• Exercise brief: Return the following from the records below: each line, word for word, starting with the line that contains "sin²(qπ/2Nt) − Λ)/h² with" and going on through the line that contains "lattice.Held, false, gcd(nx, nt)", with nothing outside that range.

───── Given information

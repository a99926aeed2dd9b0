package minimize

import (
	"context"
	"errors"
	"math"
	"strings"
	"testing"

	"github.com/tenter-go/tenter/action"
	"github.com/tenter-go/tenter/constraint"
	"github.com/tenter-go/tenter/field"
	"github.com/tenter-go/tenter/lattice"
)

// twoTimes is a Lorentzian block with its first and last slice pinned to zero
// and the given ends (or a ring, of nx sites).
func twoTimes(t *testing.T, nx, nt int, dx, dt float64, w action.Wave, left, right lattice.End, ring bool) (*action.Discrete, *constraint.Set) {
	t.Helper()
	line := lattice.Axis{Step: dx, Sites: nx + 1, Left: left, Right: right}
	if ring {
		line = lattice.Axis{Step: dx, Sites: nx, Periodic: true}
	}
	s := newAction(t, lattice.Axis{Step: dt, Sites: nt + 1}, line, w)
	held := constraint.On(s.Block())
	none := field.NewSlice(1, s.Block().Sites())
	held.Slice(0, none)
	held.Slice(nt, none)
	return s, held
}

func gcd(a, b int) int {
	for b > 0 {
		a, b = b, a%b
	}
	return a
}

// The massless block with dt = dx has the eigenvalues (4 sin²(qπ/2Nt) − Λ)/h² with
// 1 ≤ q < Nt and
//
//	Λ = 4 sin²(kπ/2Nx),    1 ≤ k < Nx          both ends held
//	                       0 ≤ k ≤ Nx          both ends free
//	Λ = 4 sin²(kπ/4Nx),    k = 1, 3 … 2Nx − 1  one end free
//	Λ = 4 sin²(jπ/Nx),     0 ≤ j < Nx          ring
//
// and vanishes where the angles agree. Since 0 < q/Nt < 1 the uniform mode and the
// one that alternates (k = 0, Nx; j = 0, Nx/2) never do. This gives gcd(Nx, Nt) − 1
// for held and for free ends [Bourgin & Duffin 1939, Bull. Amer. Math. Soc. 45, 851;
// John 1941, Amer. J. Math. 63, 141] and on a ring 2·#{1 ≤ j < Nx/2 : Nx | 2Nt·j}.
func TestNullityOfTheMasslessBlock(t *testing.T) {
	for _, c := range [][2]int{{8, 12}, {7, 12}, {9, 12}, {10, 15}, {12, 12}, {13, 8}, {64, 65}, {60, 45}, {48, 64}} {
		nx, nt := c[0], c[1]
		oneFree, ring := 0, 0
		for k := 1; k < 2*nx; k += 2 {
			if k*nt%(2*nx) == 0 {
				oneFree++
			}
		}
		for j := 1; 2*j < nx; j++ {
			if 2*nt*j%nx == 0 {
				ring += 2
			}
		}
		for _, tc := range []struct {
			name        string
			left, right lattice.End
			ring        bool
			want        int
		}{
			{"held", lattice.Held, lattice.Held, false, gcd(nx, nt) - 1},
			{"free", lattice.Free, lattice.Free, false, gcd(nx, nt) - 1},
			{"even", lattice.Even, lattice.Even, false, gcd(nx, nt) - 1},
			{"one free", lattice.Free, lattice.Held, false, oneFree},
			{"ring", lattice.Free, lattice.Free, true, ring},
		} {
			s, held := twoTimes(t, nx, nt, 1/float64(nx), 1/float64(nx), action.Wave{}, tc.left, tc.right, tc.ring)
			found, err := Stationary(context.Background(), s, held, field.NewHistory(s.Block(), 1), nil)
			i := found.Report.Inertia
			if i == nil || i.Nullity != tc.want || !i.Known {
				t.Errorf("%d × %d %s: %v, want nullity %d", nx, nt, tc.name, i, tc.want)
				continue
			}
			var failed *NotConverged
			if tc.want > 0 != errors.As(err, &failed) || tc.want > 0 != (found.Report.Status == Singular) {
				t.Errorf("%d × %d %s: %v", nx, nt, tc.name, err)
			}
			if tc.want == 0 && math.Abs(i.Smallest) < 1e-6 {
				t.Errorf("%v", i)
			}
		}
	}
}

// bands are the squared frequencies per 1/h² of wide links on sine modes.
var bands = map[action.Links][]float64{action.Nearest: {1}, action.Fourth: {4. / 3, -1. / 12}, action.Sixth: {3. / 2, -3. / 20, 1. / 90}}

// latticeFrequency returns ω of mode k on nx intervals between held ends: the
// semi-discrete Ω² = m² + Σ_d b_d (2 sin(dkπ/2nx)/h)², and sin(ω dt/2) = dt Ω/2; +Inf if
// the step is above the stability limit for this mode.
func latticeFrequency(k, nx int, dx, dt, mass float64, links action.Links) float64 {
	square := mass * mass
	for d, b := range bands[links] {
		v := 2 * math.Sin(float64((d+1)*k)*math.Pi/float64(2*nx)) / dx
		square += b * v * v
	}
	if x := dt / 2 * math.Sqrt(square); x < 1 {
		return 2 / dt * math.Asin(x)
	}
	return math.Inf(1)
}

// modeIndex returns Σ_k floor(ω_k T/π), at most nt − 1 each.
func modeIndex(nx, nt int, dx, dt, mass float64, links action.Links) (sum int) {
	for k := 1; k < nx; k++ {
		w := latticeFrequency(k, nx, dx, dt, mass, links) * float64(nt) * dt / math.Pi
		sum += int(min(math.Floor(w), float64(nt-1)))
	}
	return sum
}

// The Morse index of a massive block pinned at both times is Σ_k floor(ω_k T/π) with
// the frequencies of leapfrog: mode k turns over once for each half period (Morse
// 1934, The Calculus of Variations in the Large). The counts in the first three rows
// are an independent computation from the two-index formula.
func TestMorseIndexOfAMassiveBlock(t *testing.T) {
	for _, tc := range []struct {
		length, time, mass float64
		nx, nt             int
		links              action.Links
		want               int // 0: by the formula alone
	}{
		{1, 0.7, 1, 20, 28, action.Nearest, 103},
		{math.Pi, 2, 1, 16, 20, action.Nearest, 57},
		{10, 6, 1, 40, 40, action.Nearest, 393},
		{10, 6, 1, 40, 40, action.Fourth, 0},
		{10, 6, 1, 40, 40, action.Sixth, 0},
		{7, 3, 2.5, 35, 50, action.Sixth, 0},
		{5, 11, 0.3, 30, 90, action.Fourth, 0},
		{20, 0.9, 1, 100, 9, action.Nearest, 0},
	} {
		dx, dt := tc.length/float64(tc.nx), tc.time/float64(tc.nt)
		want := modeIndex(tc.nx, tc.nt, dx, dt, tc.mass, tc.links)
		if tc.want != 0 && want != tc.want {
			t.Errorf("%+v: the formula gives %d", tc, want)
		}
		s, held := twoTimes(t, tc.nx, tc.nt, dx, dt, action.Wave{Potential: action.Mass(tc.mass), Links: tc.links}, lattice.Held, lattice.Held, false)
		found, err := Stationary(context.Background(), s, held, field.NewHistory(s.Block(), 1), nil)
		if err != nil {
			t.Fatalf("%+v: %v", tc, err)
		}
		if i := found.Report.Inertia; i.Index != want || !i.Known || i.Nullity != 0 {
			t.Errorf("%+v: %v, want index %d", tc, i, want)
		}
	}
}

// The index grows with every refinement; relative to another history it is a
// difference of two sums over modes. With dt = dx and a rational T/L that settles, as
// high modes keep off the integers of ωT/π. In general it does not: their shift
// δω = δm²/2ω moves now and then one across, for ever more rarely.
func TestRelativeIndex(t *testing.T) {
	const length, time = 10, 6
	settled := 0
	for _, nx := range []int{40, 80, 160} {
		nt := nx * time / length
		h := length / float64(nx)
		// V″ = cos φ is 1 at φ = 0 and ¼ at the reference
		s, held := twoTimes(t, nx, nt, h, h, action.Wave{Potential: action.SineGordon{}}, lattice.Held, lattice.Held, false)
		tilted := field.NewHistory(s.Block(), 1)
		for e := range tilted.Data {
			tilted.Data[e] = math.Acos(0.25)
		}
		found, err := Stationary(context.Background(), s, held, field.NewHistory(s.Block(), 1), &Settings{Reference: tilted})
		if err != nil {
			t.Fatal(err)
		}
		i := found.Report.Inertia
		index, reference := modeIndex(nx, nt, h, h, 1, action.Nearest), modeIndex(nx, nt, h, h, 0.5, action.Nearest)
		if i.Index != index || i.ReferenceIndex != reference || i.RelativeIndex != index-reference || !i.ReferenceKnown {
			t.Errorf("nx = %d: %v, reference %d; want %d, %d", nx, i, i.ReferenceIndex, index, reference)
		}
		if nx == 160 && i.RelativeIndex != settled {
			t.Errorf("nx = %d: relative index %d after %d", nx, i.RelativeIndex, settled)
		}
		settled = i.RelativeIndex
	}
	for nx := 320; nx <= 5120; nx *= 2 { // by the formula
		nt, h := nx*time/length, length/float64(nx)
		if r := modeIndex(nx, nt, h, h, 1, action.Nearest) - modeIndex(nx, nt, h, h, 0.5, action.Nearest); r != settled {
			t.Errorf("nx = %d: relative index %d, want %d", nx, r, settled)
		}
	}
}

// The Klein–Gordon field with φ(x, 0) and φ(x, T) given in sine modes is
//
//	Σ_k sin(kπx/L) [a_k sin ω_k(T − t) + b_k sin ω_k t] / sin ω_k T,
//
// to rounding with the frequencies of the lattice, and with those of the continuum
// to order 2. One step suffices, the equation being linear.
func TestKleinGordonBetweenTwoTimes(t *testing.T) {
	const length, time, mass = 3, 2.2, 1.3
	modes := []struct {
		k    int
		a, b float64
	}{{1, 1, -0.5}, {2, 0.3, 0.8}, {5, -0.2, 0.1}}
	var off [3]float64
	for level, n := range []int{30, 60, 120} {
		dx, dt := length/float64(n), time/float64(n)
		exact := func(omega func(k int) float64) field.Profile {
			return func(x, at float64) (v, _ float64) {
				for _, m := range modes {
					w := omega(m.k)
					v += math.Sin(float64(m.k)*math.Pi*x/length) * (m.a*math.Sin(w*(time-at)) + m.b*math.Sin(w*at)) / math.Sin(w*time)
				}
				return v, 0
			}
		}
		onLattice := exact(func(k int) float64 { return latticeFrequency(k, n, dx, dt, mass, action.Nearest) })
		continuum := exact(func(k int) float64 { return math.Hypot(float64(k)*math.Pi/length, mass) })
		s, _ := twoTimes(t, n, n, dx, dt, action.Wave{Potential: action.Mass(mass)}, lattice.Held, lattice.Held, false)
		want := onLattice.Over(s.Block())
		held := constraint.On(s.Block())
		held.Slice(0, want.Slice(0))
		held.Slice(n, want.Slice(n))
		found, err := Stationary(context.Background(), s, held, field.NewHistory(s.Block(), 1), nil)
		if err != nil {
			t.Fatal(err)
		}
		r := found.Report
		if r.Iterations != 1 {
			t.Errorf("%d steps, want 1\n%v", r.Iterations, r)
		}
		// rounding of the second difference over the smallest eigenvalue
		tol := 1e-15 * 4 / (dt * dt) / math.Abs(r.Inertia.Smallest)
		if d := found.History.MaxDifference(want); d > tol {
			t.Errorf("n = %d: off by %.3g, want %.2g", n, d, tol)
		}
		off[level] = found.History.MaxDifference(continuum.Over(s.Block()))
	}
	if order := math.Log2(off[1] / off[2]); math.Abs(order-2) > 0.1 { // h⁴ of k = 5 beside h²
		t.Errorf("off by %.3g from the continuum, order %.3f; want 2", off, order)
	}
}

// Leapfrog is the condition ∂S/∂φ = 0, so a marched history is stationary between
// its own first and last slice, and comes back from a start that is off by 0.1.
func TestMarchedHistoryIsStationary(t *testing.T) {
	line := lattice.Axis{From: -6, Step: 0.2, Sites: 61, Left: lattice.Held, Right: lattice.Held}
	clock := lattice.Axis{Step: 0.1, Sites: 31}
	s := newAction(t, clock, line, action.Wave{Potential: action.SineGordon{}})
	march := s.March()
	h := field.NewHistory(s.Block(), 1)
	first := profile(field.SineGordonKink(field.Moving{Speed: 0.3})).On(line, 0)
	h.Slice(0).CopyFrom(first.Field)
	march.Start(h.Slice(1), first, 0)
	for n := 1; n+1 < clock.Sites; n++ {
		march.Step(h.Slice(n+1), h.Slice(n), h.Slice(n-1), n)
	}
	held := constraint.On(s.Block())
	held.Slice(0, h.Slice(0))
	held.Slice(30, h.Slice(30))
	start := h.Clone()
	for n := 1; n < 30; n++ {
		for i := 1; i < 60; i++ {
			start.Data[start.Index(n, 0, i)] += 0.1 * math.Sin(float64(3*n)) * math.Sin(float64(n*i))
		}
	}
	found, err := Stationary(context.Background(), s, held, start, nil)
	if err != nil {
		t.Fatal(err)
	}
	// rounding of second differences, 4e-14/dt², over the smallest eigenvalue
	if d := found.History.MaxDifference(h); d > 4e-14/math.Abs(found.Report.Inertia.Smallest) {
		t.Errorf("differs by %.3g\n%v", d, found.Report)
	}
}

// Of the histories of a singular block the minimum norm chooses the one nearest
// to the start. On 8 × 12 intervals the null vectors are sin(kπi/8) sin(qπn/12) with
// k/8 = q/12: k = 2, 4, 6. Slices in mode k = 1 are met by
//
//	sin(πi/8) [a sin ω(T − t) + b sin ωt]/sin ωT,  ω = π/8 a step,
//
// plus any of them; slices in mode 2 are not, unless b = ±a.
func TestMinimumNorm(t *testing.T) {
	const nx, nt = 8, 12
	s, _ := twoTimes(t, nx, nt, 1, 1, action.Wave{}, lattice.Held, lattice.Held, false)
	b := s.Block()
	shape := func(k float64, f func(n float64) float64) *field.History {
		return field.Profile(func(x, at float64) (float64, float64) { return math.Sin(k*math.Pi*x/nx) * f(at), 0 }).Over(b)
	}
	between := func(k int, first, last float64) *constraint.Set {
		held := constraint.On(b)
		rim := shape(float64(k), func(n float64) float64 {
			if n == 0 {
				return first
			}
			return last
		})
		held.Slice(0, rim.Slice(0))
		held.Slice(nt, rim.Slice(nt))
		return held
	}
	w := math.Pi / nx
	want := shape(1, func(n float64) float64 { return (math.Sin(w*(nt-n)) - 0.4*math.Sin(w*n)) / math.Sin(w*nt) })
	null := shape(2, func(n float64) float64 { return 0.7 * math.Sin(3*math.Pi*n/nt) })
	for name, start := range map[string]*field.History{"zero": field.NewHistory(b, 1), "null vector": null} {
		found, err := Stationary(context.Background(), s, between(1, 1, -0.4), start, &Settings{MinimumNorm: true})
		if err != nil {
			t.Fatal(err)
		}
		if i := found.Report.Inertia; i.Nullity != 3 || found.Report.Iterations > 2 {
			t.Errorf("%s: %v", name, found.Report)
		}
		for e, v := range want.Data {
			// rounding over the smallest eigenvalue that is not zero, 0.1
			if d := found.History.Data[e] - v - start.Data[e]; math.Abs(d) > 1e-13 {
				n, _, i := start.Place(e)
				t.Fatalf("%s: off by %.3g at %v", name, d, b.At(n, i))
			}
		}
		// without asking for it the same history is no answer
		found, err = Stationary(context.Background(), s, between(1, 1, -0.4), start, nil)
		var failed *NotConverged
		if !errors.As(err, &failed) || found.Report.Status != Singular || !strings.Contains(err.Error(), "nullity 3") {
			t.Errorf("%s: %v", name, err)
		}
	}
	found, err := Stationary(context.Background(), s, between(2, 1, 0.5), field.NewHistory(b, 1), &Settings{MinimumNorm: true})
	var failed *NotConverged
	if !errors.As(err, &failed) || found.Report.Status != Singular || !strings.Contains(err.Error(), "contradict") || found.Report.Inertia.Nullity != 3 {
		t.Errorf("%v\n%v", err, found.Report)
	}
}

──────────
───── Given information

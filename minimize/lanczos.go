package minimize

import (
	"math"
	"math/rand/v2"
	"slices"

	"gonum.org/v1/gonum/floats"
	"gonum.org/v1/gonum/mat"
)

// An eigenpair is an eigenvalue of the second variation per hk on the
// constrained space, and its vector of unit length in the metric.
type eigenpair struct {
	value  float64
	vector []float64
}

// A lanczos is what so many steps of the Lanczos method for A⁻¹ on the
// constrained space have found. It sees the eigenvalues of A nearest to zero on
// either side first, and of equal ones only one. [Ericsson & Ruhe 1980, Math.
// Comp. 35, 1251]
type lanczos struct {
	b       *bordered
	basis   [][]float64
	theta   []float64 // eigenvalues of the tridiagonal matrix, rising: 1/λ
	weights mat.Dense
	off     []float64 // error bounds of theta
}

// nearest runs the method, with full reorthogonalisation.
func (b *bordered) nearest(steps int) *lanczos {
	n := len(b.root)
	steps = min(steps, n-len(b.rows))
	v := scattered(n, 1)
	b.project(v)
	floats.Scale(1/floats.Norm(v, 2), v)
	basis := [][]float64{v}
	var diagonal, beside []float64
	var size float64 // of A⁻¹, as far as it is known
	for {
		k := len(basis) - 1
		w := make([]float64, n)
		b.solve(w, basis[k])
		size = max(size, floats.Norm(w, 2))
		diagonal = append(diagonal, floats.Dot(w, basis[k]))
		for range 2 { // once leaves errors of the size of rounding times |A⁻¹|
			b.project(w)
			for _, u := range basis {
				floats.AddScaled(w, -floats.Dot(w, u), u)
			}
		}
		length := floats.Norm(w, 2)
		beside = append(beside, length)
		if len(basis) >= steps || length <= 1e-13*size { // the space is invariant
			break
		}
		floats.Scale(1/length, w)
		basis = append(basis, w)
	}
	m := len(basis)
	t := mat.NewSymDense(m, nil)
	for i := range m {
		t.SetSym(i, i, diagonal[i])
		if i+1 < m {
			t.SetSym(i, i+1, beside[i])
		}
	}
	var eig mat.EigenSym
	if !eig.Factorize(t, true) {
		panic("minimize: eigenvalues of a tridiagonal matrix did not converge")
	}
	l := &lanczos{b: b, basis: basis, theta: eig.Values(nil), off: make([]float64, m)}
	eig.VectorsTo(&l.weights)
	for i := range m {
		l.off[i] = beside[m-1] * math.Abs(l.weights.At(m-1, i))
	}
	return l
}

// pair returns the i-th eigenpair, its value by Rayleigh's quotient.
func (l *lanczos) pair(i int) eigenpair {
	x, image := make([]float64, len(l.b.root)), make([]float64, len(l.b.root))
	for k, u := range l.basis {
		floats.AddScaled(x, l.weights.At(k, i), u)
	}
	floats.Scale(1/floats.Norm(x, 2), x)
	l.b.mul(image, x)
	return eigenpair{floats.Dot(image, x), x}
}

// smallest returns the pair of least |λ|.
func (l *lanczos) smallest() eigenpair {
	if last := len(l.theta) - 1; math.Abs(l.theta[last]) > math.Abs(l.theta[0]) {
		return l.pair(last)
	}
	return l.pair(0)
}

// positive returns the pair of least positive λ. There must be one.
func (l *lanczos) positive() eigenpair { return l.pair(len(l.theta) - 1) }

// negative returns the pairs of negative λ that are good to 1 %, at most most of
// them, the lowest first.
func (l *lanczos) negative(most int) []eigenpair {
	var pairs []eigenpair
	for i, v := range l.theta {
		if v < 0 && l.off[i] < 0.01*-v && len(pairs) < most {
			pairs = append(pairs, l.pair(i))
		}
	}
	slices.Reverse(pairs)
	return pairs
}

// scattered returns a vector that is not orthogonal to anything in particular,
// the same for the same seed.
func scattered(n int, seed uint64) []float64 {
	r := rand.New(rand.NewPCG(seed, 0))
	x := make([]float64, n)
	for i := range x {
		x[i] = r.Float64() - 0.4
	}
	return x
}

──────────
───── Given information

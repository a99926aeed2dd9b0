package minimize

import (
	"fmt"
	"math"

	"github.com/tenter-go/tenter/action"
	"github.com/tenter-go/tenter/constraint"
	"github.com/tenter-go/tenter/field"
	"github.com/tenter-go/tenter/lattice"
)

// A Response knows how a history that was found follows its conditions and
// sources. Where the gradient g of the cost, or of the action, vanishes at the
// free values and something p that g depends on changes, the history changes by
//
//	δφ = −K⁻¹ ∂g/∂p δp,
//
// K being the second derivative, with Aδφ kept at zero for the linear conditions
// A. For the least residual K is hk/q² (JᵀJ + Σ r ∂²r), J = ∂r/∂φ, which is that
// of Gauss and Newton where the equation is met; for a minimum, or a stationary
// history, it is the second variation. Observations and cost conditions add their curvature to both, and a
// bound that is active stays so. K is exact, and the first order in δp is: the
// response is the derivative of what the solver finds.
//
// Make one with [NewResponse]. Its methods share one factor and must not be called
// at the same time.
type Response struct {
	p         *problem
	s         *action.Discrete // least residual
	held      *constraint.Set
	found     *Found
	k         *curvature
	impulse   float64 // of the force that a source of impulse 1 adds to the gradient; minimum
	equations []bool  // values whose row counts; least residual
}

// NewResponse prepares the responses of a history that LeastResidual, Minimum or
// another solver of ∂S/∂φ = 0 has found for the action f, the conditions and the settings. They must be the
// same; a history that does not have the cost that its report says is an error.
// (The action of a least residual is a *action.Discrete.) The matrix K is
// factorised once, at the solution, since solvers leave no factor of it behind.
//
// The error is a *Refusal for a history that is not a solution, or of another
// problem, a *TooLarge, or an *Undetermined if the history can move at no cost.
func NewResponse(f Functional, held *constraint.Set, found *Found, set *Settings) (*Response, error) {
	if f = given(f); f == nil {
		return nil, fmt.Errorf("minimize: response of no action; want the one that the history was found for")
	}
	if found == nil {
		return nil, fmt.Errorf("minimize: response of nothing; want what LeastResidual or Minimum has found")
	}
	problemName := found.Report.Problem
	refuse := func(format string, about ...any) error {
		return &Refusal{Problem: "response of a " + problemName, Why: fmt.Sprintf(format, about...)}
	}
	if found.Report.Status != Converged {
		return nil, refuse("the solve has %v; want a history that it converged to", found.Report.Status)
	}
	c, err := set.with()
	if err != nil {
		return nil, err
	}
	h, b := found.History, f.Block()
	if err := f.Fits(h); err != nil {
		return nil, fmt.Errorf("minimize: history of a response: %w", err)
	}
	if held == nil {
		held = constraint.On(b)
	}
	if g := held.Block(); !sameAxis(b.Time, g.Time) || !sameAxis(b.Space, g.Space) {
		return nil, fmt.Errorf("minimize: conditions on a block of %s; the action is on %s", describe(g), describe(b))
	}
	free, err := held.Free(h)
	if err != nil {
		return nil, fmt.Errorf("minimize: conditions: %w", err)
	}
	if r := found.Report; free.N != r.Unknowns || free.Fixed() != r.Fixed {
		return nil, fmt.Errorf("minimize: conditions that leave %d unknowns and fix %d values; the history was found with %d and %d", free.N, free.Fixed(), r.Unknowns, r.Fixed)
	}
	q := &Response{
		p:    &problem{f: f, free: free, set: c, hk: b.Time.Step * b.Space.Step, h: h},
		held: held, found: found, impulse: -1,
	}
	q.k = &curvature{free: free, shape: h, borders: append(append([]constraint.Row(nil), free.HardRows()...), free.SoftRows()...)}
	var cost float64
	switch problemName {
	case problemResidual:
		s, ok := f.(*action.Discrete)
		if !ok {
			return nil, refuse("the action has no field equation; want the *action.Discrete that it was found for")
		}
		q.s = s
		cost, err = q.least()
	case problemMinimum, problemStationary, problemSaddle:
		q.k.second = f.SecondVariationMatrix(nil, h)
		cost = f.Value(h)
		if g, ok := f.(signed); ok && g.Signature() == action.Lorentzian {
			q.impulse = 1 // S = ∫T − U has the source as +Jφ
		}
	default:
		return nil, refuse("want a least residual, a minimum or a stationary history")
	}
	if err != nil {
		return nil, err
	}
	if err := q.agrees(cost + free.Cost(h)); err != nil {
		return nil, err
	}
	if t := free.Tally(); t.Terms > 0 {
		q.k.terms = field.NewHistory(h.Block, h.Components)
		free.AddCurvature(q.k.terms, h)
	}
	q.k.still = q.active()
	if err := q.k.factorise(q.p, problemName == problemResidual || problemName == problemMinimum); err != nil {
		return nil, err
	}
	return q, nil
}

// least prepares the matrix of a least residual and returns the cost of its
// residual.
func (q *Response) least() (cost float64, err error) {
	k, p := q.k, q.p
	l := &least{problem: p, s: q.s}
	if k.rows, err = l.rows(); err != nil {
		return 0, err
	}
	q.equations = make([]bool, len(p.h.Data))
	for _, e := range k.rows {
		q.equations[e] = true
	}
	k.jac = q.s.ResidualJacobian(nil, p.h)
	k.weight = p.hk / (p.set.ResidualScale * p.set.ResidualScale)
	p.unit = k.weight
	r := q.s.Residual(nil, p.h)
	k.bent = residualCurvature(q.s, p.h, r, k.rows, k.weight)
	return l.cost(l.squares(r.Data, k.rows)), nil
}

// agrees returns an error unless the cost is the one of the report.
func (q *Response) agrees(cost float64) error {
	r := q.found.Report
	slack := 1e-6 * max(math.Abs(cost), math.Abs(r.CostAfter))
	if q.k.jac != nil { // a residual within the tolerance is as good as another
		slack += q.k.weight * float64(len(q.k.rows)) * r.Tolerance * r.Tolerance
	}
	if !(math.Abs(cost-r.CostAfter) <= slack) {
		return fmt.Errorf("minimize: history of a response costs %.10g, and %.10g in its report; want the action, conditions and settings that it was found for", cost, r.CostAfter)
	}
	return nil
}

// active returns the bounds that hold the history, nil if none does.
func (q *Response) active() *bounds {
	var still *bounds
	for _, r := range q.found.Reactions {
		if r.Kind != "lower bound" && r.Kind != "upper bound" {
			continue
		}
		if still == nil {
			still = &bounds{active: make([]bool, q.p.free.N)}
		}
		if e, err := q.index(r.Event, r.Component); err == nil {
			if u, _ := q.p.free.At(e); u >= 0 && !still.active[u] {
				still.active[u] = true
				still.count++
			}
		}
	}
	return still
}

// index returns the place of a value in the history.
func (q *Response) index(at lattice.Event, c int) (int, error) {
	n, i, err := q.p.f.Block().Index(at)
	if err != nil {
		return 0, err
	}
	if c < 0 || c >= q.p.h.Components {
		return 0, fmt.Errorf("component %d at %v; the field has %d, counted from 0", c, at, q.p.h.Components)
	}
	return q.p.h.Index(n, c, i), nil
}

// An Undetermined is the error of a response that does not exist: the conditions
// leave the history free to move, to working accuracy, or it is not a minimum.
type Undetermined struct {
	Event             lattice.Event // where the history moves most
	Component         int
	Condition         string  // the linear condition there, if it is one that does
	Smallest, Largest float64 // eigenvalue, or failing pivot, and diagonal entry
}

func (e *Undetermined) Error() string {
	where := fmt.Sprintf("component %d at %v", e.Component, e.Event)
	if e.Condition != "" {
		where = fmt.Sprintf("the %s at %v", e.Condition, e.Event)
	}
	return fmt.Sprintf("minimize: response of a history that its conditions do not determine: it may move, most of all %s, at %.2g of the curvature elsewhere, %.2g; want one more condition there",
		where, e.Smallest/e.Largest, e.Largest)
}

──────────

• Expected output:
// The massless block with dt = dx has the eigenvalues (4 sin²(qπ/2Nt) − Λ)/h² with
// 1 ≤ q < Nt and
//
//	Λ = 4 sin²(kπ/2Nx),    1 ≤ k < Nx          both ends held
//	                       0 ≤ k ≤ Nx          both ends free
//	Λ = 4 sin²(kπ/4Nx),    k = 1, 3 … 2Nx − 1  one end free
//	Λ = 4 sin²(jπ/Nx),     0 ≤ j < Nx          ring
//
// and vanishes where the angles agree. Since 0 < q/Nt < 1 the uniform mode and the
// one that alternates (k = 0, Nx; j = 0, Nx/2) never do. This gives gcd(Nx, Nt) − 1
// for held and for free ends [Bourgin & Duffin 1939, Bull. Amer. Math. Soc. 45, 851;
// John 1941, Amer. J. Math. 63, 141] and on a ring 2·#{1 ≤ j < Nx/2 : Nx | 2Nt·j}.
func TestNullityOfTheMasslessBlock(t *testing.T) {
	for _, c := range [][2]int{{8, 12}, {7, 12}, {9, 12}, {10, 15}, {12, 12}, {13, 8}, {64, 65}, {60, 45}, {48, 64}} {
		nx, nt := c[0], c[1]
		oneFree, ring := 0, 0
		for k := 1; k < 2*nx; k += 2 {
			if k*nt%(2*nx) == 0 {
				oneFree++
			}
		}
		for j := 1; 2*j < nx; j++ {
			if 2*nt*j%nx == 0 {
				ring += 2
			}
		}
		for _, tc := range []struct {
			name        string
			left, right lattice.End
			ring        bool
			want        int
		}{
			{"held", lattice.Held, lattice.Held, false, gcd(nx, nt) - 1},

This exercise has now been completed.